We need to define two additional terms: a null hypothesis means there is no difference between the two groups, while the alternate hypothesis means there is a statistically significant difference between the two groups.
We’ll make the assumption that the null hypothesis is true i.e. there is no difference between two groups. Then the experiment is performed on the experimental group. It is then checked to see if there is any significant effect on the group or not.
Now let’s consider the significance of the p-value. We need to calculate the probability that the effect on the group is attributable to chance. If you repeat the experiment repeatedly at the same sample size for the experimental group, what percentage of the time do you see a difference in the experimental group by chance?
The p-value is used to factually assess the strength of both the null and alternate hypothesis. P-values are decimal numbers between 0 and 1, which serves as a probabilistic reference to weigh the hypothesis. Sometimes, the value is also expressed as a percentage. A p-value greater than 0.05 means that more than 1/20 of the time, the experiment shows no difference between the two groups. The value 0.05 is typically used and is known as the level of significance (α). In a regression problem, you want the p-value to be much less than 0.05 for the variable to be considered as a significant variable. Typically, a small p-value (< 0.05) suggests that null hypothesis is to be rejected while a large p-value (> 0.05) denotes that null hypothesis is to be accepted due to lack of counter proposition against it. Values equal or nearer to 0.05 suggest that the data scientist can make the call.
[Related article: The Difference Between Data Scientists and Data Engineers]

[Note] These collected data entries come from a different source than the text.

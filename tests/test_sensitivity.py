"""Which cost estimate matters: repricing from the run's counts, ends and switching values.

References, none of them a value of this project's own:

- A replicate's classification counts do not depend on the costs, and its cost is the sum over the
  four cells of count x cost (linearity; common practice, no single source). So repricing the
  run's own counts with one cost changed must give exactly what a full run with that cost gives on
  the same seed and the same replay: the same cutoff, the same mean saving and share of seasons
  saved (the same floats, as the same counts are priced by the same function). The replay's run
  length is held at the run's own (``block_days = "auto"`` chooses it on the series of costs, so a
  full run at other costs would draw other replicates).
- Switching values (the value of an input at which the preferred option changes) are common practice
  in decision analysis and health-economic evaluation (Briggs, Claxton and Sculpher 2006, Decision
  Modelling for Health Economic Evaluation, chapter 4; from memory, check). Their defining property
  is checked here with full runs: a cost just past its switching value changes the verdict or takes
  the cutoff out of today's near-optimal band, and just short of it does not (``tests/switching.py``).

The demo history is invented (Ferrowby Stripe Works); the real one is the daily Seattle weather
shipped by the vega-datasets package with an honest logistic forecast (``tests/realdata.py``).
"""

from __future__ import annotations

import json

import numpy as np
import pytest

from realdata import seattle_rain
from simulator.analysis.sensitivity import REACH, VARY, cost_ends, search_span, switching_value
from simulator.demo.generator import write_demo_files
from simulator.inputs.history import history_from_frame, read_history
from simulator.inputs.scenario import read_scenario, scenario_from_text
from simulator.inputs.scenario_types import BASELINES
from simulator.pricing.costs import price
from simulator.run import run_history
from switching import check_band_switches, check_verdict_switches

REPLICATES = 600  # two seeded blocks, the second partial: enough for the checks, fast


def _with_cost(scenario, key: str, value: float, block_days: float | None = None):
    """The scenario with one cost changed (and the replay's run length fixed, when given)."""
    update = {"costs": scenario.costs.model_copy(update={key: value})}
    if block_days is not None:
        update["simulation"] = scenario.simulation.model_copy(update={"block_days": block_days})
    return scenario.model_copy(update=update)


@pytest.fixture(scope="module")
def demo(tmp_path_factory):
    scenario = read_scenario(write_demo_files(tmp_path_factory.mktemp("demo")))
    history = read_history(scenario)
    return scenario, history, run_history(scenario, history, replicates=REPLICATES)


@pytest.fixture(scope="module")
def rain():
    # invented costs on the real Seattle series: C/L = 0.3 (Thompson 1952; Murphy 1977)
    scenario = scenario_from_text('name = "rain"\n[costs]\nhit = 300\nfalse_alarm = 300\nmiss = 1000\n'
                                  '[simulation]\nreference = "never_act"\n')
    history = history_from_frame(seattle_rain(), scenario)
    return scenario, history, run_history(scenario, history, replicates=REPLICATES)


# ---- the counts the run keeps -------------------------------------------------------------------

@pytest.mark.parametrize("case", ["demo", "rain"])
def test_run_keeps_every_replicates_counts_which_price_to_its_season_costs(case, request):
    scenario, _, result = request.getfixturevalue(case)
    counts = result.replicate_counts
    assert counts.model.hits.dtype == np.int32 and counts.baselines.misses.dtype == np.int32
    assert counts.model.hits.shape == (REPLICATES, scenario.cutoffs.size)
    assert np.array_equal(price(counts.model, scenario.costs), result.model_cost)
    baselines = price(counts.baselines, scenario.costs)
    for i, name in enumerate(BASELINES):
        assert np.array_equal(baselines[:, i], result.baseline_cost[name])


def test_operating_rules_keep_no_counts_and_move_the_rules_prices_instead():
    # under [operations] the [costs] matrix prices no season: tests/test_rules_sensitivity.py
    result = run_history(*_rules(), replicates=40)
    assert result.replicate_counts is None
    assert result.sensitivity.moved == "operations" and result.sensitivity.note is None
    assert all(c.key.startswith("operations.") for c in result.sensitivity.costs)


def _rules():
    scenario = read_scenario("tests/golden/single_site/rules.toml")
    return scenario, read_history(scenario)


# ---- the ends: repricing equals a full run -----------------------------------------------------

@pytest.mark.parametrize("case", ["demo", "rain"])
def test_each_end_repriced_from_counts_equals_a_full_run_with_that_cost(case, request):
    scenario, history, result = request.getfixturevalue(case)
    for entry in result.sensitivity.costs:
        key = entry.key.removeprefix("costs.")
        assert entry.varied == "25%"
        assert (entry.low.value, entry.high.value) == pytest.approx(
            sorted([entry.base * (1 - VARY), entry.base * (1 + VARY)]))
        for end in (entry.low, entry.high):
            full = run_history(_with_cost(scenario, key, end.value, result.mean_block_days), history,
                               replicates=REPLICATES)
            assert end.cutoff == full.decision.recommended_cutoff
            assert end.mean_saving == full.decision.savings.mean  # exact: the same counts, the same pricing
            assert end.prob_saving == full.decision.prob_saving


def test_bars_are_sorted_widest_first(demo):
    widths = [entry.width for entry in demo[2].sensitivity.costs]
    assert widths == sorted(widths, reverse=True) and len(widths) == 4


# ---- switching values ---------------------------------------------------------------------------

@pytest.mark.parametrize("case", ["demo", "rain"])
def test_a_cost_just_past_its_switching_value_changes_the_verdict_and_just_short_does_not(case, request):
    scenario, history, result = request.getfixturevalue(case)
    check_verdict_switches(result, lambda key, v: run_history(
        _with_cost(scenario, key.removeprefix("costs."), v), history, replicates=20).verdict)


@pytest.mark.parametrize("case", ["demo", "rain"])
def test_a_cost_just_past_its_switching_value_leaves_the_near_optimal_band_and_just_short_does_not(case, request):
    scenario, history, result = request.getfixturevalue(case)
    check_band_switches(result, lambda key, v: run_history(
        _with_cost(scenario, key.removeprefix("costs."), v, result.mean_block_days), history,
        replicates=REPLICATES).decision.recommended_cutoff)


def test_switching_value_is_none_when_nothing_changes_within_the_span():
    assert switching_value(lambda v: False, 10.0, 100.0) is None
    # a step at 37.5: found to within the grid step / 2^18 (the bisection's width)
    found = switching_value(lambda v: v >= 37.5, 10.0, 100.0)
    assert 37.5 <= found <= 37.5 + 90 / 8 / 2**18


def test_search_runs_from_zero_to_ten_times_the_cost():
    assert search_span(3800.0, 7400.0) == (0.0, REACH * 3800.0)
    assert search_span(-50.0, 7400.0) == (REACH * -50.0, 0.0)  # income: 0 down to ten times it
    assert search_span(0.0, 7400.0) == (-REACH * 7400.0, REACH * 7400.0)


def test_a_cost_given_as_a_range_is_moved_to_its_ends_around_its_mean():
    # the interface of issue 14 item 2 (Scenario.cost_ranges(): low, likely, high, mean); the PERT
    # mean (low + 4 likely + high) / 6 of Malcolm et al. (1959)
    class Range:
        low, likely, high = 3000.0, 3800.0, 5200.0
        mean = (low + 4 * likely + high) / 6

    costs = scenario_from_text('name = "x"\n[costs]\nhit = 1\nfalse_alarm = 2\nmiss = 3800\n').costs
    ends = cost_ends(costs, {"costs.miss": Range()})
    assert ends["miss"] == (Range.mean, 3000.0, 5200.0, "range")
    assert ends["hit"] == (1.0, 0.75, 1.25, "25%")


# ---- the files ----------------------------------------------------------------------------------

def test_summary_csv_and_account_say_which_cost_matters(demo, tmp_path):
    from simulator.account.outputs import render_files

    files = render_files(demo[2])
    s = json.loads(files["summary.json"])
    block = s["sensitivity"]
    assert [c["key"] for c in block["costs"]] == [c.key for c in demo[2].sensitivity.costs]
    first = block["costs"][0]
    assert set(first) == {"key", "base", "varied", "low", "high", "saving_change", "switching", "search"}
    assert set(first["switching"]) == {"verdict", "band"}
    csv = files["sensitivity.csv"].decode().splitlines()
    assert len(csv) == 5 and csv[1].startswith(first["key"] + ",")
    finding = next(f for f in s["account"] if f["key"] == "sensitivity")
    assert "matters most" in finding["sentence"]
    assert "figures/tornado.png" in files
    described = json.loads(files["datapackage.json"])
    table = next(r for r in described["resources"] if r["path"] == "sensitivity.csv")
    assert all(f["description"] != f["name"].replace("_", " ") for f in table["schema"]["fields"])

Data Science Point of View
Now let’s consider the use of p-values in data science settings. For this example, we’ll use the R environment. Using the Boston data set found in the MASS package, we’ll fit a simple linear model using the predictor variable rm and the response variable made. In the summary function output, we see the p-values circled in red, which are very small values, indicating the probability the variable is not relevant. If the number is very small will R display the p-value in scientific notation, as in the example 2e-16 or 2×10-16.
Essentially, we interpret the p-value. A small p-value indicates that it is unlikely to observe such a substantial association between the predictor and the response due to chance, in the absence of any real association between the predictor and the response. Consequently, if we see a small p-value, then we can deduce that there is an association between the predictor and the response. This means we reject the null hypothesis, i.e. we assert that a relationship exists between the two variables if the p-value is small enough.
Caveats for Using p-values in Data Science
Sometimes data scientists are advised to take p-values with a grain of salt when working on machine learning problems. This is due to situations where p-values are wrongly interpreted. There is a frequently cited journal article that says that p-values are logically flawed when they are used informally, without giving much thought to statistical considerations.